[Supplied material — start]
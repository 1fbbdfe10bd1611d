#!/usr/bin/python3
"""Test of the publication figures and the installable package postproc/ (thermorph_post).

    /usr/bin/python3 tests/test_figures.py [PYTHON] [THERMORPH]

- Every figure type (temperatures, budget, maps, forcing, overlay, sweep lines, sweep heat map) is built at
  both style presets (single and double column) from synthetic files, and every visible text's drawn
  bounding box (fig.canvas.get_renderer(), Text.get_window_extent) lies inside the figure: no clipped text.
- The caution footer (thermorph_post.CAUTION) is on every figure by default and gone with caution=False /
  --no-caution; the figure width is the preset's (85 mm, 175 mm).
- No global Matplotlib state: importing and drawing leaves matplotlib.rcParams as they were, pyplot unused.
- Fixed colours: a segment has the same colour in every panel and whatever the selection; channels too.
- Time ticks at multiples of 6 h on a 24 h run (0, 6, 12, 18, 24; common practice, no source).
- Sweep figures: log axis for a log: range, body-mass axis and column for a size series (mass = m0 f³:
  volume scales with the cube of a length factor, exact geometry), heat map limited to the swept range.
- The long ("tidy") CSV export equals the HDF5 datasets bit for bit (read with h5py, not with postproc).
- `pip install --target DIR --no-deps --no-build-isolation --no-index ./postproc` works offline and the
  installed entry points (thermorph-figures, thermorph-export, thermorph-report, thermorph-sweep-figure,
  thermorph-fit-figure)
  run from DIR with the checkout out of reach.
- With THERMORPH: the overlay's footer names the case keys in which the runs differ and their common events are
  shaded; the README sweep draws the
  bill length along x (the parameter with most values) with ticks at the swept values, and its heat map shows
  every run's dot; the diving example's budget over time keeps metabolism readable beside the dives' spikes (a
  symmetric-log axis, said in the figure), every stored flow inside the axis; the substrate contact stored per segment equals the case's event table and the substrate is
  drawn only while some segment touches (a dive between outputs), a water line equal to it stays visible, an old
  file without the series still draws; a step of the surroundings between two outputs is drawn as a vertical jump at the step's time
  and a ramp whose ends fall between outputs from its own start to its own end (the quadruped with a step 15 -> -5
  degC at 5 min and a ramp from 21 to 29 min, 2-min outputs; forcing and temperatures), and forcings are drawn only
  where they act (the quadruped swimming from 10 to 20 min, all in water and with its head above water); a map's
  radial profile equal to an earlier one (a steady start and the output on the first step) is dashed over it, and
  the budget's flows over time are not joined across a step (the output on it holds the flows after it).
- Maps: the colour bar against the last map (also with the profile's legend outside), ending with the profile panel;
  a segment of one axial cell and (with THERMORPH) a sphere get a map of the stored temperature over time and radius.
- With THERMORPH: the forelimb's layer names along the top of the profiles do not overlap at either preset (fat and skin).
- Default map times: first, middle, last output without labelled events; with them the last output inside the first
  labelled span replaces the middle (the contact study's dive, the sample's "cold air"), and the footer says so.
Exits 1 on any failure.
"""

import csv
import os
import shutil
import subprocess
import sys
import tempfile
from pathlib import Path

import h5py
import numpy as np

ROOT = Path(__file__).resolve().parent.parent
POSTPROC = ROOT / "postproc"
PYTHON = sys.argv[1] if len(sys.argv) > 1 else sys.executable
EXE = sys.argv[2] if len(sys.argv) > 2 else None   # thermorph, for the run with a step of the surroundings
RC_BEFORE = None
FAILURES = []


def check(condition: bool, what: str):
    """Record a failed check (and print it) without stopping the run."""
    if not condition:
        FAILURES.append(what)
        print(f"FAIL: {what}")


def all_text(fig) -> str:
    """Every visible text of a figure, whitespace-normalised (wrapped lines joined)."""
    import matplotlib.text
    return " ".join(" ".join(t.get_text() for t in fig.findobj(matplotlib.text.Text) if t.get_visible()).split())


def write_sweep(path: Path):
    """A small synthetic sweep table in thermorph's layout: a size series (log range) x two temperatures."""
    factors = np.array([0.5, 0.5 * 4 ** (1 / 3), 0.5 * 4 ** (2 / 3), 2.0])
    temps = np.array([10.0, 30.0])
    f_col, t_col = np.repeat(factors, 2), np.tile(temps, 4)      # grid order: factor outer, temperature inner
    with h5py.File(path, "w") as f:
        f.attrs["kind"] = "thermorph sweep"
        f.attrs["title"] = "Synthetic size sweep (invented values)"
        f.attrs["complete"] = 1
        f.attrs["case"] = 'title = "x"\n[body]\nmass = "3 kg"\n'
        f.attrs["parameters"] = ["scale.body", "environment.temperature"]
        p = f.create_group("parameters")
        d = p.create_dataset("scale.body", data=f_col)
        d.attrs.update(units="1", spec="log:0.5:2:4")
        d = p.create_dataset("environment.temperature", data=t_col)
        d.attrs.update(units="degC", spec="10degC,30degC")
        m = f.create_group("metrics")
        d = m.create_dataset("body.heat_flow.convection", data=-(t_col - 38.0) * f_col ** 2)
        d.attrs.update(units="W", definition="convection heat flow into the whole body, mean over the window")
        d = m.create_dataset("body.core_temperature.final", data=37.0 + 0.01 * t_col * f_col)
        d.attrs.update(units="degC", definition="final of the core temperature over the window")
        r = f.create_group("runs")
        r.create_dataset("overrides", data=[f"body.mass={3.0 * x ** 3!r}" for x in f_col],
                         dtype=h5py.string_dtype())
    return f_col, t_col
[Supplied material — finish]
### Problem details
Return the full data above, line for line.

### Response
repository 1fbbdfe10bd1611d
#!/usr/bin/python3
"""Test of the publication figures and the installable package postproc/ (thermorph_post).

    /usr/bin/python3 tests/test_figures.py [PYTHON] [THERMORPH]

- Every figure type (temperatures, budget, maps, forcing, overlay, sweep lines, sweep heat map) is built at
  both style presets (single and double column) from synthetic files, and every visible text's drawn
  bounding box (fig.canvas.get_renderer(), Text.get_window_extent) lies inside the figure: no clipped text.
- The caution footer (thermorph_post.CAUTION) is on every figure by default and gone with caution=False /
  --no-caution; the figure width is the preset's (85 mm, 175 mm).
- No global Matplotlib state: importing and drawing leaves matplotlib.rcParams as they were, pyplot unused.
- Fixed colours: a segment has the same colour in every panel and whatever the selection; channels too.
- Time ticks at multiples of 6 h on a 24 h run (0, 6, 12, 18, 24; common practice, no source).
- Sweep figures: log axis for a log: range, body-mass axis and column for a size series (mass = m0 f³:
  volume scales with the cube of a length factor, exact geometry), heat map limited to the swept range.
- The long ("tidy") CSV export equals the HDF5 datasets bit for bit (read with h5py, not with postproc).
- `pip install --target DIR --no-deps --no-build-isolation --no-index ./postproc` works offline and the
  installed entry points (thermorph-figures, thermorph-export, thermorph-report, thermorph-sweep-figure,
  thermorph-fit-figure)
  run from DIR with the checkout out of reach.
- With THERMORPH: the overlay's footer names the case keys in which the runs differ and their common events are
  shaded; the README sweep draws the
  bill length along x (the parameter with most values) with ticks at the swept values, and its heat map shows
  every run's dot; the diving example's budget over time keeps metabolism readable beside the dives' spikes (a
  symmetric-log axis, said in the figure), every stored flow inside the axis; the substrate contact stored per segment equals the case's event table and the substrate is
  drawn only while some segment touches (a dive between outputs), a water line equal to it stays visible, an old
  file without the series still draws; a step of the surroundings between two outputs is drawn as a vertical jump at the step's time
  and a ramp whose ends fall between outputs from its own start to its own end (the quadruped with a step 15 -> -5
  degC at 5 min and a ramp from 21 to 29 min, 2-min outputs; forcing and temperatures), and forcings are drawn only
  where they act (the quadruped swimming from 10 to 20 min, all in water and with its head above water); a map's
  radial profile equal to an earlier one (a steady start and the output on the first step) is dashed over it, and
  the budget's flows over time are not joined across a step (the output on it holds the flows after it).
- Maps: the colour bar against the last map (also with the profile's legend outside), ending with the profile panel;
  a segment of one axial cell and (with THERMORPH) a sphere get a map of the stored temperature over time and radius.
- With THERMORPH: the forelimb's layer names along the top of the profiles do not overlap at either preset (fat and skin).
- Default map times: first, middle, last output without labelled events; with them the last output inside the first
  labelled span replaces the middle (the contact study's dive, the sample's "cold air"), and the footer says so.
Exits 1 on any failure.
"""

import csv
import os
import shutil
import subprocess
import sys
import tempfile
from pathlib import Path

import h5py
import numpy as np

ROOT = Path(__file__).resolve().parent.parent
POSTPROC = ROOT / "postproc"
PYTHON = sys.argv[1] if len(sys.argv) > 1 else sys.executable
EXE = sys.argv[2] if len(sys.argv) > 2 else None   # thermorph, for the run with a step of the surroundings
RC_BEFORE = None
FAILURES = []


def check(condition: bool, what: str):
    """Record a failed check (and print it) without stopping the run."""
    if not condition:
        FAILURES.append(what)
        print(f"FAIL: {what}")


def all_text(fig) -> str:
    """Every visible text of a figure, whitespace-normalised (wrapped lines joined)."""
    import matplotlib.text
    return " ".join(" ".join(t.get_text() for t in fig.findobj(matplotlib.text.Text) if t.get_visible()).split())


def write_sweep(path: Path):
    """A small synthetic sweep table in thermorph's layout: a size series (log range) x two temperatures."""
    factors = np.array([0.5, 0.5 * 4 ** (1 / 3), 0.5 * 4 ** (2 / 3), 2.0])
    temps = np.array([10.0, 30.0])
    f_col, t_col = np.repeat(factors, 2), np.tile(temps, 4)      # grid order: factor outer, temperature inner
    with h5py.File(path, "w") as f:
        f.attrs["kind"] = "thermorph sweep"
        f.attrs["title"] = "Synthetic size sweep (invented values)"
        f.attrs["complete"] = 1
        f.attrs["case"] = 'title = "x"\n[body]\nmass = "3 kg"\n'
        f.attrs["parameters"] = ["scale.body", "environment.temperature"]
        p = f.create_group("parameters")
        d = p.create_dataset("scale.body", data=f_col)
        d.attrs.update(units="1", spec="log:0.5:2:4")
        d = p.create_dataset("environment.temperature", data=t_col)
        d.attrs.update(units="degC", spec="10degC,30degC")
        m = f.create_group("metrics")
        d = m.create_dataset("body.heat_flow.convection", data=-(t_col - 38.0) * f_col ** 2)
        d.attrs.update(units="W", definition="convection heat flow into the whole body, mean over the window")
        d = m.create_dataset("body.core_temperature.final", data=37.0 + 0.01 * t_col * f_col)
        d.attrs.update(units="degC", definition="final of the core temperature over the window")
        r = f.create_group("runs")
        r.create_dataset("overrides", data=[f"body.mass={3.0 * x ** 3!r}" for x in f_col],
                         dtype=h5py.string_dtype())
    return f_col, t_col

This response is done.